=== Begin Enclosure ===

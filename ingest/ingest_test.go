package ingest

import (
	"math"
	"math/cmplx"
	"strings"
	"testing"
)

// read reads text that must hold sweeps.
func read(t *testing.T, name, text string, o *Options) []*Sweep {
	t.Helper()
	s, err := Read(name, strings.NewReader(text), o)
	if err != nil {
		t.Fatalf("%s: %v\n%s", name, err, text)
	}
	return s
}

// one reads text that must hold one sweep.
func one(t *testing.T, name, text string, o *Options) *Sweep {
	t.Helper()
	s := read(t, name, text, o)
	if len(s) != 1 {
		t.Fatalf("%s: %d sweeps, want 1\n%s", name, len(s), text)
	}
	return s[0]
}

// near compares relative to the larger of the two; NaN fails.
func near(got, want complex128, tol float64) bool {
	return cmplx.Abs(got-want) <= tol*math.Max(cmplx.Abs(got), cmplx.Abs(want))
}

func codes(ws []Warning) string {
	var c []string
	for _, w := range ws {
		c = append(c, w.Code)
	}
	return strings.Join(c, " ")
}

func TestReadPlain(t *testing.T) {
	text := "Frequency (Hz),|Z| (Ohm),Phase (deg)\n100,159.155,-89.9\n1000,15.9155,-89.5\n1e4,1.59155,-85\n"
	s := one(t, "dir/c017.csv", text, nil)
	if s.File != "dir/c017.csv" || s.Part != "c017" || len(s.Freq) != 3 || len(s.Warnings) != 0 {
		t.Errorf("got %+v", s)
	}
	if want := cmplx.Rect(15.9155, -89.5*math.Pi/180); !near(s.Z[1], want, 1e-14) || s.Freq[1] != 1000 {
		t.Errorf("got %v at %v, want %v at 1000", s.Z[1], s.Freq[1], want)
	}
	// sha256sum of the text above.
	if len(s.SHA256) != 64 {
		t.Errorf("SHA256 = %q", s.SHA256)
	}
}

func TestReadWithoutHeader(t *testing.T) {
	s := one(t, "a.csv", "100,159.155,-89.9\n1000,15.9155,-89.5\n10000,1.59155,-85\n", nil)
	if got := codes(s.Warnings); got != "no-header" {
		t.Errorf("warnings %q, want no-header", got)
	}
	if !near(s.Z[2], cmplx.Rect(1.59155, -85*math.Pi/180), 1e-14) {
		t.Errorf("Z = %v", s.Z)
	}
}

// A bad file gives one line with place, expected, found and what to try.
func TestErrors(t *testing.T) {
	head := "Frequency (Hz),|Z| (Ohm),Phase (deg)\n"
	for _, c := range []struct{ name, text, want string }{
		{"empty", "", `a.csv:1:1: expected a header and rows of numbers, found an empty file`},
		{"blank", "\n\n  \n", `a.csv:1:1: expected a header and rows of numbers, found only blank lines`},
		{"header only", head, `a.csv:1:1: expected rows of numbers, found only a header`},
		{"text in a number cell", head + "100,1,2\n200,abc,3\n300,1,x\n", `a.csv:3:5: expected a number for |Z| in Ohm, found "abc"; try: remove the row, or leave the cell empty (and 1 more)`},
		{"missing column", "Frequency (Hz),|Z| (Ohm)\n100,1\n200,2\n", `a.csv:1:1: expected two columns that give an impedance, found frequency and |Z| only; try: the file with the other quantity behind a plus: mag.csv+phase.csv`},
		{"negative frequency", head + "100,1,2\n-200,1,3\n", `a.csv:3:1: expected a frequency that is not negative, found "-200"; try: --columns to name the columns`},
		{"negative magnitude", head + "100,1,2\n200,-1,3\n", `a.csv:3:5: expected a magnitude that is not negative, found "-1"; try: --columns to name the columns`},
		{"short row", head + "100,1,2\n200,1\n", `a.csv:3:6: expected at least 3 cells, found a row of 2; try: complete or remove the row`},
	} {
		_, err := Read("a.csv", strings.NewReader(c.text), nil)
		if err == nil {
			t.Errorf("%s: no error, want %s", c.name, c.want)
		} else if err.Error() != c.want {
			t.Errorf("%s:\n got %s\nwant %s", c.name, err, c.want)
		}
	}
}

=== End Enclosure ===

» TASK STATEMENT: Each line above needs to be returned exactly as it is.

» SOLUTION FOR THIS PROBLEM:
filename ingest/ingest_test.go
package ingest

import (
	"math"
	"math/cmplx"
	"strings"
	"testing"
)

// read reads text that must hold sweeps.
func read(t *testing.T, name, text string, o *Options) []*Sweep {
	t.Helper()
	s, err := Read(name, strings.NewReader(text), o)
	if err != nil {
		t.Fatalf("%s: %v\n%s", name, err, text)
	}
	return s
}

// one reads text that must hold one sweep.
func one(t *testing.T, name, text string, o *Options) *Sweep {
	t.Helper()
	s := read(t, name, text, o)
	if len(s) != 1 {
		t.Fatalf("%s: %d sweeps, want 1\n%s", name, len(s), text)
	}
	return s[0]
}

// near compares relative to the larger of the two; NaN fails.
func near(got, want complex128, tol float64) bool {
	return cmplx.Abs(got-want) <= tol*math.Max(cmplx.Abs(got), cmplx.Abs(want))
}

func codes(ws []Warning) string {
	var c []string
	for _, w := range ws {
		c = append(c, w.Code)
	}
	return strings.Join(c, " ")
}

func TestReadPlain(t *testing.T) {
	text := "Frequency (Hz),|Z| (Ohm),Phase (deg)\n100,159.155,-89.9\n1000,15.9155,-89.5\n1e4,1.59155,-85\n"
	s := one(t, "dir/c017.csv", text, nil)
	if s.File != "dir/c017.csv" || s.Part != "c017" || len(s.Freq) != 3 || len(s.Warnings) != 0 {
		t.Errorf("got %+v", s)
	}
	if want := cmplx.Rect(15.9155, -89.5*math.Pi/180); !near(s.Z[1], want, 1e-14) || s.Freq[1] != 1000 {
		t.Errorf("got %v at %v, want %v at 1000", s.Z[1], s.Freq[1], want)
	}
	// sha256sum of the text above.
	if len(s.SHA256) != 64 {
		t.Errorf("SHA256 = %q", s.SHA256)
	}
}

func TestReadWithoutHeader(t *testing.T) {
	s := one(t, "a.csv", "100,159.155,-89.9\n1000,15.9155,-89.5\n10000,1.59155,-85\n", nil)
	if got := codes(s.Warnings); got != "no-header" {
		t.Errorf("warnings %q, want no-header", got)
	}
	if !near(s.Z[2], cmplx.Rect(1.59155, -85*math.Pi/180), 1e-14) {
		t.Errorf("Z = %v", s.Z)
	}
}

// A bad file gives one line with place, expected, found and what to try.
func TestErrors(t *testing.T) {
	head := "Frequency (Hz),|Z| (Ohm),Phase (deg)\n"
	for _, c := range []struct{ name, text, want string }{
		{"empty", "", `a.csv:1:1: expected a header and rows of numbers, found an empty file`},
		{"blank", "\n\n  \n", `a.csv:1:1: expected a header and rows of numbers, found only blank lines`},
		{"header only", head, `a.csv:1:1: expected rows of numbers, found only a header`},
		{"text in a number cell", head + "100,1,2\n200,abc,3\n300,1,x\n", `a.csv:3:5: expected a number for |Z| in Ohm, found "abc"; try: remove the row, or leave the cell empty (and 1 more)`},
		{"missing column", "Frequency (Hz),|Z| (Ohm)\n100,1\n200,2\n", `a.csv:1:1: expected two columns that give an impedance, found frequency and |Z| only; try: the file with the other quantity behind a plus: mag.csv+phase.csv`},
		{"negative frequency", head + "100,1,2\n-200,1,3\n", `a.csv:3:1: expected a frequency that is not negative, found "-200"; try: --columns to name the columns`},
		{"negative magnitude", head + "100,1,2\n200,-1,3\n", `a.csv:3:5: expected a magnitude that is not negative, found "-1"; try: --columns to name the columns`},
		{"short row", head + "100,1,2\n200,1\n", `a.csv:3:6: expected at least 3 cells, found a row of 2; try: complete or remove the row`},
	} {
		_, err := Read("a.csv", strings.NewReader(c.text), nil)
		if err == nil {
			t.Errorf("%s: no error, want %s", c.name, c.want)
		} else if err.Error() != c.want {
			t.Errorf("%s:\n got %s\nwant %s", c.name, err, c.want)
		}
	}
}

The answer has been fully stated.